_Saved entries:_
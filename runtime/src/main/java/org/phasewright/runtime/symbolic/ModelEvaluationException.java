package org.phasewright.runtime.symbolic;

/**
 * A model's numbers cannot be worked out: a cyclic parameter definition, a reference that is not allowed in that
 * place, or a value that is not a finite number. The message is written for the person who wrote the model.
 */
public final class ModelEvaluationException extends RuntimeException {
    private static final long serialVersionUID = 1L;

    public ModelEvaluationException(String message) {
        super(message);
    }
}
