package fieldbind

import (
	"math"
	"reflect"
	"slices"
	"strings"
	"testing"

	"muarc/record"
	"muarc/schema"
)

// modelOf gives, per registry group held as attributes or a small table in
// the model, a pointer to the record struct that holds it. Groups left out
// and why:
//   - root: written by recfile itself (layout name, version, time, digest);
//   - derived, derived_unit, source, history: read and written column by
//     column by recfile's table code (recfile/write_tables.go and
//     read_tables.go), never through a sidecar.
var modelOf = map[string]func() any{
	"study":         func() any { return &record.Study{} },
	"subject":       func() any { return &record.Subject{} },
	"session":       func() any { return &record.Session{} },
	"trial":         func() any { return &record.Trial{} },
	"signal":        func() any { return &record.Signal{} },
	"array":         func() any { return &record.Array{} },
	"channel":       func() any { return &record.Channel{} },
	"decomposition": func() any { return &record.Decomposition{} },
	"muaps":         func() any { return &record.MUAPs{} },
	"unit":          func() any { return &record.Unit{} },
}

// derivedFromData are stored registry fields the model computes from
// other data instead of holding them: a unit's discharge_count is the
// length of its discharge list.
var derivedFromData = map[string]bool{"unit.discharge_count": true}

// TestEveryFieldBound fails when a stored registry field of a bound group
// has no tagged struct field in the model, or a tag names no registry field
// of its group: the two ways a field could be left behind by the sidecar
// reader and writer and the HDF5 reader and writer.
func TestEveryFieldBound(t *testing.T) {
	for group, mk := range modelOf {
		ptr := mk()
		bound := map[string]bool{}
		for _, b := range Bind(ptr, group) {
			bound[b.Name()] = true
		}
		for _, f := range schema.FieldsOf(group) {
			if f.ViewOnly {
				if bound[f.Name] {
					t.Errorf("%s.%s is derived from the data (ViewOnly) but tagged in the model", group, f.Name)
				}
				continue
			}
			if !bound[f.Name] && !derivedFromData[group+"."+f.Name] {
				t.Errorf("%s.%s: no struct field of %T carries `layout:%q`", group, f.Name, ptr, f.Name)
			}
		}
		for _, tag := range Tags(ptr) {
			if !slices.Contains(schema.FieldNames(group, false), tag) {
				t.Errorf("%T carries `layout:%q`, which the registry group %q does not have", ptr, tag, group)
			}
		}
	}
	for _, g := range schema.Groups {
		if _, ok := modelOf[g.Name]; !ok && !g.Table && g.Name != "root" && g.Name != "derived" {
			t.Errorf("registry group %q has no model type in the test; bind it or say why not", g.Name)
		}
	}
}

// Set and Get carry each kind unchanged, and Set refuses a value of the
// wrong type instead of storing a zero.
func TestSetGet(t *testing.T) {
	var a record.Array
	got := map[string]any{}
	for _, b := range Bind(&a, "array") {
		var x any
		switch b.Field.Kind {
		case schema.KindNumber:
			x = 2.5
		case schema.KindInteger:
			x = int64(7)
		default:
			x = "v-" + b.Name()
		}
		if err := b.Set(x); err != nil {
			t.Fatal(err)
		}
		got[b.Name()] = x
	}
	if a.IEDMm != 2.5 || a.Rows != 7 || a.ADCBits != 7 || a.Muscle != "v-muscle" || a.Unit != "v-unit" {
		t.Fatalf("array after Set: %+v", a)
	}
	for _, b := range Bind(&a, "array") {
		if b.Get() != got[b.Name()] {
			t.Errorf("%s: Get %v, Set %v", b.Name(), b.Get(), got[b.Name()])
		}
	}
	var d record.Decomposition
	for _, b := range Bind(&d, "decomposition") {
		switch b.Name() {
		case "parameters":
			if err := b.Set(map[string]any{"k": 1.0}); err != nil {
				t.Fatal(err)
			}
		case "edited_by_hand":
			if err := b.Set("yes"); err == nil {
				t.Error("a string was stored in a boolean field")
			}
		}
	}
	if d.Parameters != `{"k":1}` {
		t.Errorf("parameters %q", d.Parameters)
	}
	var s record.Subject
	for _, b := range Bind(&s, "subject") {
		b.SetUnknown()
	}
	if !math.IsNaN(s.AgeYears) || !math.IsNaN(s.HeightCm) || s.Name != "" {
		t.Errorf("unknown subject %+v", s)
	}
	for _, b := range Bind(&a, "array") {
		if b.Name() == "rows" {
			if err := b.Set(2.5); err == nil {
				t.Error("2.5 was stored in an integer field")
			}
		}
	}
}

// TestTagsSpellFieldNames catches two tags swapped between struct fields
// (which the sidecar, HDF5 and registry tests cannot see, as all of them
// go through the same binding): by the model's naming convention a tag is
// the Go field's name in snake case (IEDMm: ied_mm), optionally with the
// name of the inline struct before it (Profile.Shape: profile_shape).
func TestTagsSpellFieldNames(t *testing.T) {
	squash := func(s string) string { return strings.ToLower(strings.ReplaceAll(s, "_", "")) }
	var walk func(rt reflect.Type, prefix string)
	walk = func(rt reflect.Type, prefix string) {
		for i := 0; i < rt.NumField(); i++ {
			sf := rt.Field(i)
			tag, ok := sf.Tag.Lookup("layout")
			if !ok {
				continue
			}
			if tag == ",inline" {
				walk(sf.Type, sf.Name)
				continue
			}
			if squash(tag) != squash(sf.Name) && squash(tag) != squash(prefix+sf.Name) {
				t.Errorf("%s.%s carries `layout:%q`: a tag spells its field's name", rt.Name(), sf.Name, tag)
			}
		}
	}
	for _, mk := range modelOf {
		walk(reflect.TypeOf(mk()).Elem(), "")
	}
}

_What this task involves:_ Up to and including the line with "no registry field", output every line of the records above exactly, starting from the first; output nothing else.

_Answer box:_
filename runtime/src/main/java/org/phasewright/runtime/symbolic/ModelEvaluationException.java
package org.phasewright.runtime.symbolic;

/**
 * A model's numbers cannot be worked out: a cyclic parameter definition, a reference that is not allowed in that
 * place, or a value that is not a finite number. The message is written for the person who wrote the model.
 */
public final class ModelEvaluationException extends RuntimeException {
    private static final long serialVersionUID = 1L;

    public ModelEvaluationException(String message) {
        super(message);
    }
}
package fieldbind

import (
	"math"
	"reflect"
	"slices"
	"strings"
	"testing"

	"muarc/record"
	"muarc/schema"
)

// modelOf gives, per registry group held as attributes or a small table in
// the model, a pointer to the record struct that holds it. Groups left out
// and why:
//   - root: written by recfile itself (layout name, version, time, digest);
//   - derived, derived_unit, source, history: read and written column by
//     column by recfile's table code (recfile/write_tables.go and
//     read_tables.go), never through a sidecar.
var modelOf = map[string]func() any{
	"study":         func() any { return &record.Study{} },
	"subject":       func() any { return &record.Subject{} },
	"session":       func() any { return &record.Session{} },
	"trial":         func() any { return &record.Trial{} },
	"signal":        func() any { return &record.Signal{} },
	"array":         func() any { return &record.Array{} },
	"channel":       func() any { return &record.Channel{} },
	"decomposition": func() any { return &record.Decomposition{} },
	"muaps":         func() any { return &record.MUAPs{} },
	"unit":          func() any { return &record.Unit{} },
}

// derivedFromData are stored registry fields the model computes from
// other data instead of holding them: a unit's discharge_count is the
// length of its discharge list.
var derivedFromData = map[string]bool{"unit.discharge_count": true}

// TestEveryFieldBound fails when a stored registry field of a bound group
// has no tagged struct field in the model, or a tag names no registry field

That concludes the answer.